■ WORK INSTRUCTIONS
What lines of the material below hold the string "apart"? Copy them out.

■ RECORDS PROVIDED
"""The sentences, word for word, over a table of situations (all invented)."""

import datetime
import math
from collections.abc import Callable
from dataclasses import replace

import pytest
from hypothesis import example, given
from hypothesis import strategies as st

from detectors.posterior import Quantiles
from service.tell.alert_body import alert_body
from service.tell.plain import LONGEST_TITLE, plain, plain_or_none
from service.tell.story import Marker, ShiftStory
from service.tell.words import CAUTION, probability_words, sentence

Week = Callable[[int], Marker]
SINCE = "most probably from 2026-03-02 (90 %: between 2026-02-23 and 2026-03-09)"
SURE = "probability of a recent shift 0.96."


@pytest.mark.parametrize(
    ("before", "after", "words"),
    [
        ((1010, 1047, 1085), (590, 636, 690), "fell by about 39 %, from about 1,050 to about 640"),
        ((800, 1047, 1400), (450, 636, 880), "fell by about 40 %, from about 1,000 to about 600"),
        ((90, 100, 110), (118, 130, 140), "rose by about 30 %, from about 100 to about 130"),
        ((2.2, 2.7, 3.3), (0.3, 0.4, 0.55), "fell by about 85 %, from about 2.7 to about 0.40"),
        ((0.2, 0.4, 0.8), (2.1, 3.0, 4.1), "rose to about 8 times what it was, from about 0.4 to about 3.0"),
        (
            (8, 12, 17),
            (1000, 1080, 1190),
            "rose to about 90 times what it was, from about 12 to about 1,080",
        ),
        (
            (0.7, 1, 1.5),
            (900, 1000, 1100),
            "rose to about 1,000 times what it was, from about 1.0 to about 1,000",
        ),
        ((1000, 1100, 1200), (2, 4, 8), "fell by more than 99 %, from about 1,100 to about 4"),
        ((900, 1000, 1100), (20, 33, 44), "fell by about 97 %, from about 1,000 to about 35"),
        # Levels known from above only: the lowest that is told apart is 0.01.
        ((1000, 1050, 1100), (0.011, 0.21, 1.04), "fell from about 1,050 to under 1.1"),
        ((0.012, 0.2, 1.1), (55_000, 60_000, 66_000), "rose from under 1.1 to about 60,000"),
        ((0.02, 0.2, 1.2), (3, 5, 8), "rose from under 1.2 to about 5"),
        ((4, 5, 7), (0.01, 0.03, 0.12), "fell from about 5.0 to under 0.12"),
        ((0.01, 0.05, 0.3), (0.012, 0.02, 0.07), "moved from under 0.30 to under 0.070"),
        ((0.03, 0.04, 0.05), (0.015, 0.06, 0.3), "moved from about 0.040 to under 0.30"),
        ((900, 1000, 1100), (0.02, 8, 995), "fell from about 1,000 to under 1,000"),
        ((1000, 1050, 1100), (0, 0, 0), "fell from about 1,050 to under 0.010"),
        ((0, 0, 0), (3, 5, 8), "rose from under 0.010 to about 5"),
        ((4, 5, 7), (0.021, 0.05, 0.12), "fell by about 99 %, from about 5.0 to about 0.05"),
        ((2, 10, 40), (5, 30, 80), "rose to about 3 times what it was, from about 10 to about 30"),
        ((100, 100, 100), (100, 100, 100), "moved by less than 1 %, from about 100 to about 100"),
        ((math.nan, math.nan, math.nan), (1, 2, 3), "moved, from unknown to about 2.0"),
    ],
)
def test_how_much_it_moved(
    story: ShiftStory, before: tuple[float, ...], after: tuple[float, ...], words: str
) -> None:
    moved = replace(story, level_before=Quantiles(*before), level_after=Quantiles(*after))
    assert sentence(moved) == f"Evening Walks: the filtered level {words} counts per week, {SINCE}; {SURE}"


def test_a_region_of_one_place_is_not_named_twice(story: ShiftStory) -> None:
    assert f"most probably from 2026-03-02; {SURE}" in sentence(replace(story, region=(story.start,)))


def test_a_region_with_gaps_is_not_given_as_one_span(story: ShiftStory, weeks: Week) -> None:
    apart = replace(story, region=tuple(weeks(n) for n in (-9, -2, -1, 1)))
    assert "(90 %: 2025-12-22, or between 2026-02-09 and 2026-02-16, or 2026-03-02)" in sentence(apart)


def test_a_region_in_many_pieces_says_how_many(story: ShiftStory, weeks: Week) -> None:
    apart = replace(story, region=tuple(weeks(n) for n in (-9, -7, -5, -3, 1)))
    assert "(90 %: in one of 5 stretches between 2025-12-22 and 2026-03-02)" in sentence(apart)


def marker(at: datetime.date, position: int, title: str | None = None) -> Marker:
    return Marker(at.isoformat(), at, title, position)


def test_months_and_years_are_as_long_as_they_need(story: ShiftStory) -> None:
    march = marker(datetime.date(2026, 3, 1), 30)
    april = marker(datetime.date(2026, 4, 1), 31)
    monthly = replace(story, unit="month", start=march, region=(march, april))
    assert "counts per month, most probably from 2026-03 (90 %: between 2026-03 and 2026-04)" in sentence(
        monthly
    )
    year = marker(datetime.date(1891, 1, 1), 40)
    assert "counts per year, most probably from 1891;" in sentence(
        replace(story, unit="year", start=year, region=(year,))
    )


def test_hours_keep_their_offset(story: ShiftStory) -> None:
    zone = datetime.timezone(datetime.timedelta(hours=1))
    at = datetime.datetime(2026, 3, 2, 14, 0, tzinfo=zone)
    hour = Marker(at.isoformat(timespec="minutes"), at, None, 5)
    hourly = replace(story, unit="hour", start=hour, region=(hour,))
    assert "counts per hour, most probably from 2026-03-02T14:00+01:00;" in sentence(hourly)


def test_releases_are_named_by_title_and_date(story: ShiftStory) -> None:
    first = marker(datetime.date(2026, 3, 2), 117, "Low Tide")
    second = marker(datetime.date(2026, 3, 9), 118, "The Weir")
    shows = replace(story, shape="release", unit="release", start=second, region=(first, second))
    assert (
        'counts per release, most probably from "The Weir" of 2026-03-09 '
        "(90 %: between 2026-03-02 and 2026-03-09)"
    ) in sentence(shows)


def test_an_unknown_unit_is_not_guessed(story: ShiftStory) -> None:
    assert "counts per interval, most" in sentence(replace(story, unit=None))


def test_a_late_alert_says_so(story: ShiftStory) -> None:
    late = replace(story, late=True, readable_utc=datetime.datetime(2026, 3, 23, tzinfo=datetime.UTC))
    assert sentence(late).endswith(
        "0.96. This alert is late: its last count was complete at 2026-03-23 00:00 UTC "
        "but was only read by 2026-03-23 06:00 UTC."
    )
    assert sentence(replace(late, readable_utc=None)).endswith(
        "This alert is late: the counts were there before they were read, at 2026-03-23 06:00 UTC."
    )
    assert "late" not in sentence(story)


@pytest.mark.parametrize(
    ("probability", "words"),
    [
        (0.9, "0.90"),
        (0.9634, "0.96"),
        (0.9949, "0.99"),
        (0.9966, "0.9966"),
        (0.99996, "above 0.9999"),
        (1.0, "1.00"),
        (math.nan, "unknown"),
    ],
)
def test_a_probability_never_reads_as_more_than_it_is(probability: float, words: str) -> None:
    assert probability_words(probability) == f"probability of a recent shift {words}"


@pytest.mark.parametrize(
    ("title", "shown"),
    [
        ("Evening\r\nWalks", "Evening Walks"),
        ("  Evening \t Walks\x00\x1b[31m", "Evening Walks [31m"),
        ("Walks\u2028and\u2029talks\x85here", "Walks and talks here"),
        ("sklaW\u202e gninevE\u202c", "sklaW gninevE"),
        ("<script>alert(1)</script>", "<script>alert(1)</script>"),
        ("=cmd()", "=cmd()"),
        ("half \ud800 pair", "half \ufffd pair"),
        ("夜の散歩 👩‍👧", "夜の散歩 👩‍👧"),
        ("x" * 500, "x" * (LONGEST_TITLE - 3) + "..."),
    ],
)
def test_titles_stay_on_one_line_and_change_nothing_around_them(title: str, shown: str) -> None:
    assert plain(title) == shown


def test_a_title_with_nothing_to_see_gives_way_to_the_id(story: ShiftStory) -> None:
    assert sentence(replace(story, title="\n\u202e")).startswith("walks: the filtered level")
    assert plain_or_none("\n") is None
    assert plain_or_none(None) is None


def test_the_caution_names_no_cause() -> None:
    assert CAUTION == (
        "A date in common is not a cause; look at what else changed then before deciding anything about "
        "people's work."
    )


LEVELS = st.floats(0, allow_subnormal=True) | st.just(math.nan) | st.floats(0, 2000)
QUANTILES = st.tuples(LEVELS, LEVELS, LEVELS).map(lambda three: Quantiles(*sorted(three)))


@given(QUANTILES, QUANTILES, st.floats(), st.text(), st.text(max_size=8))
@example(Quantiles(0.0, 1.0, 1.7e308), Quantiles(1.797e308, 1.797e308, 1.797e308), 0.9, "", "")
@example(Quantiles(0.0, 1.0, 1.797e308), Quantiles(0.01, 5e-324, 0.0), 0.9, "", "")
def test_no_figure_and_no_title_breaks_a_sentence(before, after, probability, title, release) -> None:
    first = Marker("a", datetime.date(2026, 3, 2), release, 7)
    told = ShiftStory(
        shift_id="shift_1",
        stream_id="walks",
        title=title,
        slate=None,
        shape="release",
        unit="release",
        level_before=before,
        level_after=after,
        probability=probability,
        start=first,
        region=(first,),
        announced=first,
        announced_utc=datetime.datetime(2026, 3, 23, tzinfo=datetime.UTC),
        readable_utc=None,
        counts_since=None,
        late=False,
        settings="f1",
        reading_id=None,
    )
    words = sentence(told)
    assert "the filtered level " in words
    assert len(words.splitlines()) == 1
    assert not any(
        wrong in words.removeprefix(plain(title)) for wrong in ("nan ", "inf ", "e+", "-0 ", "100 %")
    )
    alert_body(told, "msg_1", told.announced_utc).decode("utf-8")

■ OUTPUT FOR THIS TASK
        # Levels known from above only: the lowest that is told apart is 0.01.
    apart = replace(story, region=tuple(weeks(n) for n in (-9, -2, -1, 1)))
    assert "(90 %: 2025-12-22, or between 2026-02-09 and 2026-02-16, or 2026-03-02)" in sentence(apart)
    apart = replace(story, region=tuple(weeks(n) for n in (-9, -7, -5, -3, 1)))
    assert "(90 %: in one of 5 stretches between 2025-12-22 and 2026-03-02)" in sentence(apart)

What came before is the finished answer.